From 'format', I know for sure, the new Seagate Baracuda drive is at c5d0.
However, it just doesn't want to take it. I then tried c5d0p0 and it took it into mirror and resilvered it.0. c5d0 <ST1000DM-Z1D4MWF-0001 cyl 60797 alt 2 hd 255 sec 126>
/pci@0,0/pci-ide@8,1/ide@0/cmdk@0,0
1. c6d0 <WDC WD50- WD-WCASU404856-0001 cyl 60797 alt 2 hd 255 sec 63>
/pci@0,0/pci-ide@8,1/ide@1/cmdk@0,0
However, installgrub didn't work. It needs to have a raw device in slice (ex. c5d0s0).
Code: Select all
cahtoh02:/root%/sbin/installgrub /boot/grub/stage1 /boot/grub/stage2 /dev/rdsk/c5d0p0
raw device must be a root slice (not s2)
Unable to gather device information for /dev/rdsk/c5d0p0
c5d0
Code: Select all
Part Tag Flag Cylinders Size Blocks
0 unassigned wm 0 0 (0/0/0) 0
1 unassigned wm 0 0 (0/0/0) 0
2 backup wu 0 - 60796 931.46GB (60797/0/0) 1953407610
3 unassigned wm 0 0 (0/0/0) 0
4 unassigned wm 0 0 (0/0/0) 0
5 unassigned wm 0 0 (0/0/0) 0
6 unassigned wm 0 0 (0/0/0) 0
7 unassigned wm 0 0 (0/0/0) 0
8 boot wu 0 - 0 15.69MB (1/0/0) 32130
9 alternates wm 1 - 2 31.38MB (2/0/0) 64260
Code: Select all
Part Tag Flag Cylinders Size Blocks
0 root wm 1 - 60796 465.72GB (60796/0/0) 976687740
1 unassigned wu 0 0 (0/0/0) 0
2 backup wu 0 - 60798 465.74GB (60799/0/0) 976735935
3 unassigned wu 0 0 (0/0/0) 0
4 unassigned wu 0 0 (0/0/0) 0
5 unassigned wu 0 0 (0/0/0) 0
6 unassigned wu 0 0 (0/0/0) 0
7 unassigned wu 0 0 (0/0/0) 0
8 boot wu 0 - 0 7.84MB (1/0/0) 16065
9 unassigned wu 0 0 (0/0/0) 0
I then configured slice 0 to the following and labeled it.
Code: Select all
Part Tag Flag Cylinders Size Blocks
0 root wm 3 - 60752 930.74GB (60750/0/0) 1951897500
1 unassigned wm 0 0 (0/0/0) 0
2 backup wu 0 - 60796 931.46GB (60797/0/0) 1953407610
3 unassigned wm 0 0 (0/0/0) 0
4 unassigned wm 0 0 (0/0/0) 0
5 unassigned wm 0 0 (0/0/0) 0
6 unassigned wm 0 0 (0/0/0) 0
7 unassigned wm 0 0 (0/0/0) 0
8 boot wu 0 - 0 15.69MB (1/0/0) 32130
9 alternates wm 1 - 2 31.38MB (2/0/0) 64260
After this, I was able to attach c5d0s0 to rpool mirror!
Code: Select all
% zpool attach rpool c6d0s0 c5d0s0
Code: Select all
%zpool status
pool: rpool
state: ONLINE
status: One or more devices is currently being resilvered. The pool will
continue to function, possibly in a degraded state.

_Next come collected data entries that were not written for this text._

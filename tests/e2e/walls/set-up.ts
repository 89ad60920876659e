import type { Page } from '@playwright/test';
import { expect } from '../fixtures';

/** The set-up of a wall as a tuner works it. */
export const step = (page: Page, name: string) => page.getByRole('list', { name: 'Steps' }).getByRole('button', { name });
export const field = (page: Page, name: string) => page.getByRole('spinbutton', { name, exact: true });

export async function type(page: Page, name: string, text: string): Promise<void> {
  await field(page, name).fill(text);
  await field(page, name).press('Enter');
}

/** Opens what few need: the figures taken apart under these words. */
export const unfold = (page: Page, words: string) => page.getByText(words, { exact: true }).click();

/** The figure a field holds, in full. */
export const figureOf = async (page: Page, name: string) => Number(await field(page, name).getAttribute('aria-valuenow'));

/** Hangs a wall of this test's own, opens its set-up, and gives its id. */
export async function hang(page: Page, name = `Landing ${Date.now()}`): Promise<string> {
  await page.goto('/walls');
  await page.getByRole('button', { name: 'New wall' }).click();
  await expect(page.getByLabel('Name of the wall')).toBeFocused();
  await page.getByLabel('Name of the wall').fill(name);
  await page.getByRole('button', { name: 'Set it up' }).click();
  await expect(page).toHaveURL(/\/walls\/[0-9a-f-]{36}/);
  await expect(page.getByLabel('Name of the wall')).toHaveValue(name);
  return new URL(page.url()).pathname.split('/')[2];
}

/** The measured field of view lies within twice its stated standard uncertainty of the truth, and what that means is said in mm on the glass. */
export async function expectFieldMeasured(page: Page, fieldDegrees: number): Promise<number> {
  const found = await figureOf(page, 'Field of view across');
  await unfold(page, 'How sure that is, a mirrored picture');
  const sure = await figureOf(page, 'The field is sure to within ±');
  expect(Math.abs(found - fieldDegrees), `${found}° ± ${sure}°`).toBeLessThan(2 * sure);
  await expect(page.getByText(/^±[\d.]+° of view: ±[\d.]+ mm on the glass for a layer 100 mm behind/)).toBeVisible();
  return sure;
}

action: Wait for the resilver to complete.
scan: resilver in progress since Fri Sep 20 05:53:26 2014
24.1G scanned out of 207G at 35.1M/s, 1h28m to go
24.1G resilvered, 11.64% done
config:
NAME STATE READ WRITE CKSUM
rpool ONLINE 0 0 0
mirror-0 ONLINE 0 0 0
c6d0s0 ONLINE 0 0 0
c5d0s0 ONLINE 0 0 0 (resilvering)
errors: No known data errors
Code: Select all
cahtoh02:/root%/sbin/installgrub /boot/grub/stage1 /boot/grub/stage2 /dev/rdsk/c5d0s0
stage2 written to partition 0, 282 sectors starting at 50 (abs 32180)

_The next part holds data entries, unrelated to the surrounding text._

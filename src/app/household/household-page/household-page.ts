import { ChangeDetectionStrategy, Component, type OnInit, inject } from '@angular/core';
import { NonNullableFormBuilder, ReactiveFormsModule } from '@angular/forms';
import { MatButton } from '@angular/material/button';
import { createHousehold, renameHousehold } from '@oriel/shared/contracts/households';
import { FailureNotice } from '../../core/failure-notice';
import { Session } from '../../core/session';
import { Submission } from '../../core/submission';
import { TextField } from '../../core/text-field';
import { accordingTo } from '../../core/zod-validator';
import { HouseholdStore } from '../household-store';
import { Invitations } from '../invitations/invitations';
import { Members } from '../members/members';

@Component({
  selector: 'oriel-household-page',
  imports: [ReactiveFormsModule, MatButton, TextField, FailureNotice, Members, Invitations],
  providers: [HouseholdStore],
  templateUrl: './household-page.html',
  styleUrl: './household-page.scss',
  changeDetection: ChangeDetectionStrategy.OnPush,
})
export class HouseholdPage implements OnInit {
  protected readonly store = inject(HouseholdStore);
  protected readonly session = inject(Session);
  private readonly fields = inject(NonNullableFormBuilder);
  protected readonly loading = new Submission();
  protected readonly nameForm = this.fields.group({ name: ['', accordingTo(renameHousehold.body.shape.name)] });
  protected readonly naming = new Submission(this.nameForm);
  protected readonly anotherForm = this.fields.group({ name: ['', accordingTo(createHousehold.body.shape.name)] });
  protected readonly creating = new Submission(this.anotherForm);

  ngOnInit(): void {
    void this.load();
  }

  protected load(): Promise<void> {
    return this.loading.run(async () => {
      if (!this.session.household()) return;
      await this.store.load();
      this.nameForm.setValue({ name: this.store.household()?.name ?? '' });
    });
  }

  protected rename(): Promise<void> {
    return this.naming.run(() => this.store.rename(this.nameForm.controls.name.value));
  }

  protected create(): Promise<void> {
    return this.creating.run(async () => {
      await this.store.create(this.anotherForm.controls.name.value);
      this.anotherForm.reset();
      await this.load();
    });
  }
}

stage1 written to partition 0 sector 0 (abs 32130)
1. Shut down the system
2. Power up the machine
3. Press 'ESC'
4. Enter 'Boot' selection screen
5. Choose "ST1000DM-Z1D4MWF" (new Seagate 1 TB disk)
6. Select "solaris-3" BE if necessary
Everything is back to normal as of 09/20/2014.
Hopefully, it will be up for some time.